I’m a person who likes to put movies into categories. This doesn’t mean a genre. The genre or genres in which a movie falls might have some influence on the categories, but the categories themselves are much more specific. They might come down to an actor’s work. They might involve a theme that a director or writer likes to put into their work. There might be some story beats involved. I like to dig into these smaller similarities between movies and see how many fit into these more specific categories. I find it interesting. Follow me as I go down a rabbit-hole for one of these smaller subcategories of movies.

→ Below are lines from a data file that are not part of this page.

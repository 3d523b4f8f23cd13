import { eq } from "drizzle-orm";
import { afterAll, beforeAll, describe, expect, it } from "vitest";
import { runMailer } from "@/cron/mailer";
import { recomputeCampaign } from "@/cron/recompute";
import { getDb } from "@/db";
import { listAnalysisDays } from "@/db/queries/analysis";
import { listCampaignAlerts, listDeliveries } from "@/db/queries/alerts";
import { alerts } from "@/db/schema";
import { formatPValue, formatRelative } from "@/lib/alerts/format";
import { resetTransport } from "@/lib/mail/transport";
import { startMailCatcher, type CapturedMail, type MailCatcher } from "../../scripts/lib/mail-catcher";
import { freePort } from "../../scripts/lib/postgres-cluster";
import { createWorkspaceWithRoles, type TestWorkspace } from "../factories";
import { conversionCounts, createWorkerCampaign, putCounts, type WorkerCampaign } from "../helpers/worker-fixtures";

// This file sends over real SMTP to a catcher of its own, so it can take that server down and up again.
let catcher: MailCatcher;
let ports: { smtpPort: number; httpPort: number };

beforeAll(async () => {
  ports = { smtpPort: await freePort(), httpPort: await freePort() };
  catcher = await startMailCatcher(ports);
  process.env.SMTP_URL = `smtp://127.0.0.1:${ports.smtpPort}`;
  resetTransport();
});
afterAll(async () => {
  resetTransport();
  await catcher.stop();
});

function mailTo(email: string): CapturedMail[] {
  return catcher.messages.filter((mail) => mail.envelopeTo.includes(email));
}

function recipientsOf(workspace: TestWorkspace): string[] {
  return [workspace.admin.email, workspace.lead.email, workspace.marketer.email, workspace.viewer.email];
}

const quiet = { holdout: { units: 2000, rate: 0.05 }, treatment: { units: 2000, rate: 0.05 } };
const lifting = { holdout: { units: 2000, rate: 0.05 }, treatment: { units: 2000, rate: 0.065 } };

/** A workspace with one member per role; the marketer created the campaign, the viewer subscribed through the API. */
async function campaignWithFollowers(): Promise<{ workspace: TestWorkspace; campaign: WorkerCampaign }> {
  const workspace = await createWorkspaceWithRoles();
  const campaign = await createWorkerCampaign({ workspaceId: workspace.id, createdBy: workspace.marketer.id });
  const subscribed = await workspace.viewer.client.json<{ subscribed: boolean; reason: string }>(`/api/v1/campaigns/${campaign.id}/subscription`, { method: "PUT" });
  expect(subscribed.status).toBe(200);
  expect(subscribed.body).toEqual({ campaignId: campaign.id, subscribed: true, reason: "subscribed" });
  return { workspace, campaign };
}

describe("alerts by e-mail", () => {
  it("mails one alert per subscriber when the call crosses, nothing on a re-run, and the next alert after a correction", async () => {
    const { workspace, campaign } = await campaignWithFollowers();
    await putCounts(campaign, conversionCounts(2, lifting));
    expect((await recomputeCampaign(campaign.id)).call).toBe("collecting");
    await runMailer({ wait: true, workspaceIds: [workspace.id] });
    for (const email of recipientsOf(workspace)) expect(mailTo(email)).toHaveLength(0);

    await putCounts(campaign, conversionCounts(3, lifting, 2));
    const crossed = await recomputeCampaign(campaign.id);
    expect(crossed).toMatchObject({ call: "lift", previousCall: "collecting", alertId: expect.any(String) });
    const mailer = await runMailer({ wait: true, workspaceIds: [workspace.id] });
    expect(mailer.ran).toBe(true);

    const last = (await listAnalysisDays(campaign.id)).at(-1)!;
    const deliveries = await listDeliveries([crossed.alertId!]);
    expect(deliveries.map((d) => d.email).sort()).toEqual(recipientsOf(workspace).sort());
    for (const email of recipientsOf(workspace)) {
      const mails = mailTo(email);
      expect(mails).toHaveLength(1);
      const [mail] = mails;
      expect(mail.subject).toBe(`${campaign.name}: Lift proven — Stop and ship`);
      expect(mail.text).toContain(`Always-valid p-value: ${formatPValue(last.sequentialP)}`);
      expect(mail.text).toContain(`Naive p-value (fixed-horizon test read today): ${formatPValue(last.fixedP)}`);
      expect(mail.text).toContain(`Lift, relative: ${formatRelative(last.liftRelative)}`);
      expect(mail.text).toContain(`Days run: ${last.daysRun} of 28`);
      expect(mail.text).toContain(`${process.env.APP_URL}/campaigns/${campaign.id}`);
      expect(mail.text).toContain(`${process.env.APP_URL}/unsubscribe?token=`);
      expect(mail.text).toContain("Units were assigned to the arms at random");
      expect(mail.html).toContain("Lift proven");
      const delivery = deliveries.find((d) => d.email === email)!;
      expect(mail.messageId).toBe(`<alert-${delivery.id}@127.0.0.1>`);
    }
    const [sentAlert] = await getDb().select().from(alerts).where(eq(alerts.id, crossed.alertId!));
    expect(sentAlert.sentAt).not.toBeNull();

    await runMailer({ wait: true, workspaceIds: [workspace.id] });
    expect((await recomputeCampaign(campaign.id)).alertId).toBeNull();
    await runMailer({ wait: true, workspaceIds: [workspace.id] });
    for (const email of recipientsOf(workspace)) expect(mailTo(email)).toHaveLength(1);

    // A resend of every day with no lift moves the call back: the next alert goes out.
    await putCounts(campaign, conversionCounts(5, quiet));
    const corrected = await recomputeCampaign(campaign.id);
    expect(corrected).toMatchObject({ call: "collecting", previousCall: "lift", alertId: expect.any(String) });
    await runMailer({ wait: true, workspaceIds: [workspace.id] });
    for (const email of recipientsOf(workspace)) {
      const mails = mailTo(email);
      expect(mails).toHaveLength(2);
      expect(mails.some((mail) => mail.subject === `${campaign.name}: Collecting evidence — Keep running`)).toBe(true);
    }
    expect(await listCampaignAlerts(campaign.id)).toHaveLength(2);
  });

  it("keeps alerts with their attempts while SMTP is down and delivers each once when it is back", async () => {
    const { workspace, campaign } = await campaignWithFollowers();
    await catcher.stop();
    try {
      await putCounts(campaign, conversionCounts(5, lifting));
      const crossed = await recomputeCampaign(campaign.id);
      expect(crossed.alertId).not.toBeNull();
      const first = await runMailer({ wait: true, workspaceIds: [workspace.id] });
      expect(first.failed).toBeGreaterThanOrEqual(4);
      const later = new Date(Date.now() + 2 * 60 * 60 * 1000);
      await runMailer({ wait: true, workspaceIds: [workspace.id], now: later });
      const deliveries = await listDeliveries([crossed.alertId!]);
      expect(deliveries).toHaveLength(4);
      for (const delivery of deliveries) {
        expect(delivery.sentAt).toBeNull();
        expect(delivery.attempts).toBe(2);
        expect(delivery.lastError).toMatch(/ECONNREFUSED|connect/i);
      }
      const [pending] = await getDb().select().from(alerts).where(eq(alerts.id, crossed.alertId!));
      expect(pending).toMatchObject({ sentAt: null, attempts: 2 });
      expect(pending.lastError).toBeTruthy();
    } finally {
      catcher = await startMailCatcher(ports);
      resetTransport();
    }
    await runMailer({ wait: true, workspaceIds: [workspace.id], now: new Date(Date.now() + 6 * 60 * 60 * 1000) });
    await runMailer({ wait: true, workspaceIds: [workspace.id], now: new Date(Date.now() + 12 * 60 * 60 * 1000) });
    for (const email of recipientsOf(workspace)) expect(mailTo(email)).toHaveLength(1);
    const alertRows = await listCampaignAlerts(campaign.id);
    const deliveries = await listDeliveries(alertRows.map((a) => a.id));
    expect(deliveries.every((d) => d.sentAt !== null && d.attempts === 3)).toBe(true);
  });

  it("stops further mail for a campaign through the unsubscribe link; a tampered token is refused", async () => {
    const { workspace, campaign } = await campaignWithFollowers();
    await putCounts(campaign, conversionCounts(5, lifting));
    await recomputeCampaign(campaign.id);
    await runMailer({ wait: true, workspaceIds: [workspace.id] });
    const [mail] = mailTo(workspace.lead.email);
    const link = mail.text.match(/https?:\/\/\S+\/unsubscribe\?token=[A-Za-z0-9_.-]+/)![0];
    const token = new URL(link).searchParams.get("token")!;

    const page = await fetch(link);
    expect(page.status).toBe(200);
    const html = await page.text();
    expect(html).toContain("Stop alerts for this campaign");
    expect(html).toContain(campaign.name);

    const tampered = token.slice(0, -2) + (token.endsWith("AA") ? "BB" : "AA");
    const refused = await fetch(`${process.env.APP_URL}/unsubscribe/confirm`, { method: "POST", body: new URLSearchParams({ token: tampered }) });
    expect(refused.status).toBe(400);
    // A body that claims to be a form and is not one (found by soak:fuzz: it answered 500) carries no token.
    const broken = await fetch(`${process.env.APP_URL}/unsubscribe/confirm`, {
      method: "POST",
      headers: { "content-type": "multipart/form-data; boundary=x" },
      body: '{"name":"Trail"}',
    });
    expect(broken.status).toBe(400);
    expect(broken.headers.get("content-type")).toMatch(/^application\/problem\+json/);
    const tamperedPage = await fetch(`${process.env.APP_URL}/unsubscribe?token=${encodeURIComponent(tampered)}`);
    expect(await tamperedPage.text()).toContain("This link does not work");

    const confirmed = await fetch(`${process.env.APP_URL}/unsubscribe/confirm`, { method: "POST", body: new URLSearchParams({ token }) });
    expect(confirmed.status).toBe(200);
    expect(await confirmed.json()).toEqual({ unsubscribed: true, campaignId: campaign.id });
    const state = await workspace.lead.client.json<{ subscribed: boolean; reason: string }>(`/api/v1/campaigns/${campaign.id}/subscription`);
    expect(state.body).toMatchObject({ subscribed: false, reason: "unsubscribed" });

    await putCounts(campaign, conversionCounts(5, quiet));
    const next = await recomputeCampaign(campaign.id);
    expect(next.alertId).not.toBeNull();
    await runMailer({ wait: true, workspaceIds: [workspace.id] });
    expect(mailTo(workspace.lead.email)).toHaveLength(1);
    expect(mailTo(workspace.admin.email)).toHaveLength(2);
    const deliveries = await listDeliveries([next.alertId!]);
    expect(deliveries.map((d) => d.email)).not.toContain(workspace.lead.email);
  });
});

Let’s start from the outside and work our way in. People like to generalize movies into different genres. That’s where I’m going to start. Most of the movies involved in this category are part of the action genre. It basically comes with the category. Digging a little deeper, the action genre can split off down many avenues. This category will take the superhero avenue. Superhero movies can branch off into a few other things. Getting a little deeper, I’m going to be taking a look at superhero teams. And, to branch down one level deeper, I want to look at superhero team movies where the heroes are children and/or teenagers learning to use their abilities for good. Got that? Good. Let’s go.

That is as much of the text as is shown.